Records drawn from a dataset:
┌──

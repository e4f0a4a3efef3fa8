"""Frames to disk as they arrive: a uint16 TIFF stack and/or a float32 average, with JSON metadata.

Why streaming: an overnight capture of a thousand 640x512 frames is 650 MB; holding it in memory
to average it is neither needed nor safe. Each frame is appended to the stack file as one TIFF page
and added into ONE float64 accumulator (integers up to 2^53 add exactly in float64, IEEE 754, so the
average is exact before its final rounding to float32).

Crash safety: everything is written under names ending `.partial` and renamed at `finish()`, the
metadata JSON last, so a complete `<name>.json` means a complete capture. Pages are written one by
one with their own directory entries (tifffile `contiguous=False`), so even a stack torn by kill -9
stays readable page by page. Leftovers of an interrupted capture are moved to
`frames/abandoned/<step id>-<n>/` with a `reason.json` and are never mixed with new frames.

File names. A capture outside any loop is named by its recipe name (`flat`); inside loops the
plan names an instance with the loop values, `flat[difference=10]`, `spot[az=-11,el=-2.125]`.
Its files are named (see `capture_stem`)::

    <group>_<variable><value>_<variable><value>...
    flat_difference+10        spot_az-11_el-2.125        spot_az0_el+5      mtf_target-edge

Numbers carry their sign (`+`, `-`; none for zero) right after the variable name, so a name never
has a doubled or trailing dash; a text value follows its variable after one `-`. Other characters
than letters, digits, `.`, `_`, `+` and `-` become `-`, runs of them one `-`. The metadata
JSON keeps the instance name exactly as the plan wrote it.

Files of a capture named `flat` (axis order of every image: rows, cols)::

    frames/flat.stack.tif   uint16, one page per frame       (keep = stack | both)
    frames/flat.avg.tif     float32, the mean of the frames  (keep = average | both)
    frames/flat.json        step id, counters, times, per-frame readings, checksums

Example::

    writer = CaptureWriter(run / "frames", "sweep[1].capture", "flat_5K", keep="both",
                           expected_count=100, clock=clock)
    for frame in grabber.grab(100):
        writer.add(frame, readings={"bb_difference_K": bb.difference()})
    record = writer.finish()
"""

from __future__ import annotations

import datetime as _dt
import errno
import json
import os
import re
from collections.abc import Mapping
from dataclasses import dataclass, field
from pathlib import Path
from typing import Any, Literal, Protocol, Union

import numpy as np
import tifffile

from drivers.clock import Clock
from drivers.interfaces import Frame
from station.record import atomic
from station.record.atomic import DiskFullError, dumps_json, fsync_dir, fsync_file, sha256_file
from station.record.events import EventLog, utc_iso

Keep = Literal["stack", "average", "both"]
KEEP_MODES: tuple[str, ...] = ("stack", "average", "both")
PARTIAL = ".partial"
STACK_SUFFIX = ".stack.tif"
AVERAGE_SUFFIX = ".avg.tif"
META_SUFFIX = ".json"
FRAMES_LOG_SUFFIX = ".frames.jsonl"
ABANDONED = "abandoned"
CAPTURE_FORMAT = "nightbench-capture"
DEFAULT_MIN_FREE = 64 * 1024 * 1024
"""Free bytes kept in reserve while a capture writes (common practice: never fill a disk)."""


class FrameStoreError(Exception):
    """A capture cannot be written or read; the message names the capture and what to do."""


_SAFE = re.compile(r"[^A-Za-z0-9._+-]+")
_INSTANCE = re.compile(r"^(?P<group>[^\[\]]+)\[(?P<inner>[^\[\]]*)\]$")
_INDEX = re.compile(r"\[(\d+)\]")
_NUMBER = re.compile(r"^[+-]?(\d+(\.\d*)?|\.\d+)([eE][+-]?\d+)?$")


def _clean(text: str) -> str:
    cleaned = re.sub(r"-{2,}", "-", _SAFE.sub("-", text.strip()))
    return cleaned.strip(".-")


def safe_name(text: str) -> str:
    """A file-name-safe form of a step id (`s3.sweep[2].s1.capture` -> `s3.sweep2.s1.capture`)."""
    cleaned = _clean(_INDEX.sub(r"\1", text))
    if not cleaned:
        raise FrameStoreError(f"{text!r} gives an empty file name; use letters, digits, '.', '_' or '-'")
    return cleaned


def _value_text(value: str) -> str:
    value = value.strip()
    if _NUMBER.match(value):
        number = float(value)
        if number == 0:
            return "0"
        digits = value.lstrip("+-")
        return ("-" if number < 0 else "+") + digits
    return "-" + value


def capture_stem(name: str) -> str:
    """The file stem of a capture instance (scheme in the module docstring).

    >>> capture_stem("flat[difference=10]"), capture_stem("spot[az=-11,el=-2.125]")
    ('flat_difference+10', 'spot_az-11_el-2.125')
    >>> capture_stem("spot[az=0,el=5.0]"), capture_stem("mtf[target=edge]"), capture_stem("grid")
    ('spot_az0_el+5.0', 'mtf_target-edge', 'grid')
    """
    match = _INSTANCE.match(name.strip())
    if match is None:
        return safe_name(name)
    parts = [match.group("group")]
    for item in match.group("inner").split(","):
        key, sep, value = item.partition("=")
        parts.append(f"{key.strip()}{_value_text(value)}" if sep else item)
    cleaned = "_".join(_clean(p) for p in parts if _clean(p))
    if not cleaned:
        raise FrameStoreError(f"{name!r} gives an empty file name; use letters, digits, '.', '_' or '-'")
    return cleaned
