impl Layout {
    /// Places `fig` in a `w`×`h` pixel box with type and lines enlarged by
    /// `scale` (1 on screen at one pixel per CSS pixel).
    pub fn new(fig: &Figure, w: f64, h: f64, scale: f64) -> Layout {
        let m = Metrics::get();
        let fs = 12.0 * scale;
        let pad = 10.0 * scale;
        let log = fig.log;
        let shows =
            |x: f64, y: f64| x.is_finite() && y.is_finite() && (!log || (x > 0.0 && y > 0.0));
        let (mut xmin, mut xmax, mut ymin, mut ymax) = (
            f64::INFINITY,
            f64::NEG_INFINITY,
            f64::INFINITY,
            f64::NEG_INFINITY,
        );
        for s in &fig.series {
            for i in 0..s.x.len() {
                let mut ys = vec![s.y[i]];
                if let Some((lo, hi)) = &s.band {
                    ys.extend([lo[i], hi[i]]);
                }
                for y in ys {
                    if shows(s.x[i], y) {
                        xmin = xmin.min(s.x[i]);
                        xmax = xmax.max(s.x[i]);
                        ymin = ymin.min(y);
                        ymax = ymax.max(y);
                    }
                }
            }
        }
        if !xmin.is_finite() {
            (xmin, xmax, ymin, ymax) = (1.0, 10.0, 1.0, 10.0);
        }
        // Values near the largest double (9·10³⁰⁷, say) would overflow the
        // spans and paddings below to infinity: the axes stop at a bound
        // that leaves room for them (#35), a log axis at the smallest
        // normal double, and the range is made finite again after them.
        let bound = |v: f64| {
            if log {
                v.clamp(f64::MIN_POSITIVE, AXIS_LIMIT)
            } else {
                v.clamp(-AXIS_LIMIT, AXIS_LIMIT)
            }
        };
        (xmin, xmax, ymin, ymax) = (bound(xmin), bound(xmax), bound(ymin), bound(ymax));
        if !log {
            ymin = ymin.min(0.0);
        }
        if xmax == xmin {
            xmax = xmin + if log { xmin } else { 1.0 };
        }
        if ymax == ymin {
            ymax = ymin + if log { ymin } else { 1.0 };
        }
        if !log {
            ymax += (ymax - ymin) * 0.04;
        }
        if fig.bars {
            // Points with error bars keep clear of the frame's sides.
            if log {
                (xmin, xmax) = (xmin / 1.15, xmax * 1.15);
            } else {
                let pad = (xmax - xmin) * 0.04;
                (xmin, xmax) = (xmin - pad, xmax + pad);
            }
        }
        (xmin, xmax) = finite_range(xmin, xmax, log);
        (ymin, ymax) = finite_range(ymin, ymax, log);
        let legend_items: Vec<usize> = (0..fig.series.len())
            .filter(|&i| fig.series[i].legend)
            .collect();
        let legend_texts: Vec<&str> = legend_items
            .iter()
            .map(|&i| fig.series[i].label.as_str())
            .collect();
        let text_w = w - 2.0 * pad;
        let mut labels = Vec::new();
        let label = |text: String, x: f64, y: f64, size: f64, align: Align, muted: bool| Label {
            text,
            full: None,
            x,
            y,
            size,
            align,
            upright: false,
            muted,
        };
        // The title: a little smaller rather than wrapped, then on two lines
        // (more for a message in place of a chart), the last cut with an
        // ellipsis if even those are not enough (the whole title on hover).
        let mut title_h = pad;
        if !fig.title.is_empty() {
            let mut size = fs * 1.25;
            while size > fs && m.width(&fig.title, size) > text_w {
                size *= 0.95;
            }
            let most = if fig.series.is_empty() { 6 } else { 2 };
            let (lines, cut) = m.block(&fig.title, size, text_w, most);
            let step = size * 1.25;
            for (i, line) in lines.iter().enumerate() {
                labels.push(Label {
                    full: cut.then(|| fig.title.clone()),
                    ..label(
                        line.clone(),
                        pad,
                        pad + fs * 0.55 + step * i as f64,
                        size,
                        Align::Left,
                        false,
                    )
                });
            }
            // Room under it for the top y tick label, centred on the frame's top.
            title_h = fs * 2.2 + step * (lines.len().max(1) - 1) as f64;
        }
        // The caption (exports only) takes at most a third of the height.
        let caption_size = fs * 0.95;
        let caption_step = fs * 1.3;
        let (caption, caption_cut) = if fig.caption.is_empty() {
            (vec![], false)
        } else {
            let most = ((h / 3.0) / caption_step).floor().max(1.0) as usize;
            m.block(&fig.caption, caption_size, text_w, most)
        };
        let caption_h = caption.len() as f64 * caption_step;
        // The legend: right of the plot when the chart is wide enough,
        // else under it, its entries flowing along rows. Entries wrap; when
        // wrapped entries do not fit, each is cut to one line (the whole
        // label on hover), and when even those do not fit, the last are
        // gathered into one "and n more" entry.
        let right = !legend_items.is_empty() && w >= 560.0 * scale;
        let widest = legend_texts
            .iter()
            .map(|t| m.width(t, fs))
            .fold(0.0, f64::max);
        let legend_w = if right {
            (w * 0.38).min(widest + 34.0 * scale)
        } else {
            0.0
        };
        let sample_w = 26.0 * scale;
        let row = fs * 1.35;
        let axis_band = fs * 3.2;
        let plot_top = title_h + pad * 0.5;
        let entries = if legend_items.is_empty() {
            Vec::new()
        } else if right {
            let room = h - caption_h - pad - (plot_top + fs * 0.5);
            fit_legend(
                &legend_texts,
                |e| {
                    let lines: usize = e.iter().map(|e| e.lines.len()).sum();
                    lines as f64 * row <= room
                },
                |text, most| entry_lines(m, text, fs, legend_w - 30.0 * scale, most),
            )
        } else {
            let room = (h - caption_h - title_h - axis_band) * 0.5;
            fit_legend(
                &legend_texts,
                |e| {
                    flow(m, e, fs, text_w, sample_w, 16.0 * scale).1 as f64 * row + 0.3 * fs <= room
                },
                |text, most| entry_lines(m, text, fs, text_w - sample_w, most),
            )
        };
        let legend_h = if right || entries.is_empty() {
            0.0
        } else {
            flow(m, &entries, fs, text_w, sample_w, 16.0 * scale).1 as f64 * row + 0.3 * fs
        };
        let axis = |v: f64| if log { libm::log10(v) } else { v };
        let mut frame = Frame {
            x0: pad + fs * 4.6,
            x1: w - legend_w - pad,
            y0: plot_top,
            y1: h - axis_band - caption_h - legend_h,
            lx0: axis(xmin),
            lx1: axis(xmax),
            ly0: axis(ymin),
            ly1: axis(ymax),
            log,
        };
        // Ticks, thinned where their labels would touch.
        let y_ticks = if log {
            log_ticks(ymin, ymax)
        } else {
            linear_ticks(
                ymin,
                ymax,
                ((frame.y1 - frame.y0) / (45.0 * scale)).max(2.0),
            )
        };
        let y_ticks = thin(y_ticks, |v| (frame.py(v), fs * 0.6), fs * 0.3);
        // Room left of the plot for the widest y tick label and the y axis's label.
        let widest_tick = y_ticks
            .iter()
            .map(|&v| m.width(&tick_label(v), fs))
            .fold(0.0, f64::max);
        frame.x0 = frame.x0.max(pad + fs * 1.8 + widest_tick);
        let x_ticks = if log {
            log_ticks(xmin, xmax)
        } else {
            linear_ticks(
                xmin,
                xmax,
                ((frame.x1 - frame.x0) / (70.0 * scale)).max(2.0),
            )
        };
        // An x tick label is kept inside the chart, and the labels apart.
        let x_at = |v: f64| {
            let half = m.width(&tick_label(v), fs) / 2.0;
            (
                frame
                    .px(v)
                    .clamp(half + scale, (w - half - scale).max(half + scale)),
                half,
            )
        };
        let x_ticks = thin(x_ticks, x_at, fs * 0.5);
        for &v in &x_ticks {
            labels.push(label(
                tick_label(v),
                x_at(v).0,
                frame.y1 + fs * 1.0,
                fs,
                Align::Centre,
                true,
            ));
        }
        for &v in &y_ticks {
            labels.push(label(
                tick_label(v),
                frame.x0 - fs * 0.5,
                frame.py(v),
                fs,
                Align::Right,
                true,
            ));
        }
        // Axis labels: cut to fit (the whole on hover).
        if !fig.x_label.is_empty() {
            // Under the plot, clear of a legend to its right.
            let end = if right { frame.x1 + pad * 0.5 } else { w - pad };
            let text = m.fit(&fig.x_label, fs, end - pad);
            let half = m.width(&text, fs) / 2.0;
            let centre =
                ((frame.x0 + frame.x1) / 2.0).clamp(pad + half, (end - half).max(pad + half));
            labels.push(Label {
                full: (text != fig.x_label).then(|| fig.x_label.clone()),
                ..label(text, centre, frame.y1 + fs * 2.3, fs, Align::Centre, false)
            });
        }
        if !fig.y_label.is_empty() {
            // Beside the plot, running past its ends when it must (left of
            // the tick labels, clear of the title and of a legend below).
            let (a, b) = (plot_top, frame.y1 + fs * 2.9);
            let text = m.fit(&fig.y_label, fs, (b - a).max(0.0));
            let half = m.width(&text, fs) / 2.0;
            let centre = ((frame.y0 + frame.y1) / 2.0).clamp(a + half, (b - half).max(a + half));
            labels.push(Label {
                upright: true,
                full: (text != fig.y_label).then(|| fig.y_label.clone()),
                ..label(text, pad + fs * 0.6, centre, fs, Align::Centre, false)
            });
        }
        let mut legend = Vec::new();
        let mut place = |e: &Entry, x: f64, y: f64| {
            if let Some(i) = e.item {
                legend.push((legend_items[i], x, y));
            }
            for (k, line) in e.lines.iter().enumerate() {
                labels.push(Label {
                    full: e.full.clone(),
                    ..label(
                        line.clone(),
                        x + sample_w,
                        y + row * k as f64,
                        fs,
                        Align::Left,
                        false,
                    )
                });
            }
        };
        if right {
            let mut ly = frame.y0 + fs * 0.5;
            for e in &entries {
                place(e, frame.x1 + pad, ly);
                ly += row * e.lines.len() as f64;
            }
        } else {
            let top = h - caption_h - legend_h + fs * 0.15 + row * 0.5;
            let (spots, _) = flow(m, &entries, fs, text_w, sample_w, 16.0 * scale);
            for (e, (x, r)) in entries.iter().zip(spots) {
                place(e, pad + x, top + row * r as f64);
            }
        }
        let caption_top = h - caption_h;
        for (i, line) in caption.into_iter().enumerate() {
            let y = caption_top + fs * 0.55 + caption_step * i as f64;
            labels.push(Label {
                full: caption_cut.then(|| fig.caption.clone()),
                ..label(line, pad, y, caption_size, Align::Left, true)
            });
        }
        Layout {
            width: w,
            height: h,
            scale,
            frame,
            x_ticks,
            y_ticks,
            labels,
            legend,
        }
    }

    /// Where each text is drawn: its ink box, and its whole text when what
    /// is drawn is shortened.
    pub fn texts(&self) -> Vec<PlacedText> {
        self.labels
            .iter()
            .filter_map(|l| {
                Some(PlacedText {
                    text: l.text.clone(),
                    full: l.full.clone(),
                    size: l.size,
                    upright: l.upright,
                    bounds: l.bounds()?,
                })
            })
            .collect()
    }

    /// The whole text of a shortened text at pixel (`px`, `py`) (a few
    /// pixels around its ink count), with its box.
    pub fn full_text_at(&self, px: f64, py: f64) -> Option<(&str, TextBox)> {
        let near = 4.0 * self.scale;
        self.labels.iter().find_map(|l| {
            let full = l.full.as_deref()?;
            let b = l.bounds()?;
            (px >= b.left - near
                && px <= b.right + near
                && py >= b.top - near
                && py <= b.bottom + near)
                .then_some((full, b))
        })
    }

    /// The index of the chart's x value nearest to pixel (`px`, `py`), or
    /// None outside the plot.
    pub fn nearest(&self, fig: &Figure, px: f64, py: f64) -> Option<usize> {
        if !self.frame.contains(px, py) {
            return None;
        }
        let xs = &fig.series.first()?.x;
        (0..xs.len())
            .filter(|&i| !self.frame.log || xs[i] > 0.0)
            .min_by(|&a, &b| {
                (self.frame.px(xs[a]) - px)
                    .abs()
                    .total_cmp(&(self.frame.px(xs[b]) - px).abs())
            })
    }

    /// The hover read-out at pixel (`px`, `py`): the x value, each curve's
    /// value there (with its band), and the pixel column of the x value.
    pub fn readout(&self, fig: &Figure, px: f64, py: f64) -> Option<Readout> {
        let i = self.nearest(fig, px, py)?;
        let xs = &fig.series[0].x;
        let x = xs[i];
        let shown = if fig.bars {
            crate::format::readable(x)
        } else {
            grouped(x)
        };
        let mut lines = vec![format!("{} = {shown}", fig.x_name)];
        // Curves only: marks (burn-in ticks, bonus marks, legend-only entries) have no value at x.
        for s in fig
            .series
            .iter()
            .filter(|s| s.curve && s.x.len() == xs.len())
        {
            let band = s.band.as_ref().map_or(String::new(), |(lo, hi)| {
                format!(" [{}, {}]", short(lo[i]), short(hi[i]))
            });
            lines.push(format!("{}: {}{band}", s.label, short(s.y[i])));
        }
        Some(Readout {
            index: i,
            x,
            px: self.frame.px(x),
            lines,
        })
    }
}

└──

**TASK:** Look above for lines with the word "half" and copy them all.

**EXPECTED ANSWER:**
            let half = m.width(&tick_label(v), fs) / 2.0;
                    .clamp(half + scale, (w - half - scale).max(half + scale)),
                half,
            let half = m.width(&text, fs) / 2.0;
                ((frame.x0 + frame.x1) / 2.0).clamp(pad + half, (end - half).max(pad + half));
            let half = m.width(&text, fs) / 2.0;
            let centre = ((frame.y0 + frame.y1) / 2.0).clamp(a + half, (b - half).max(a + half));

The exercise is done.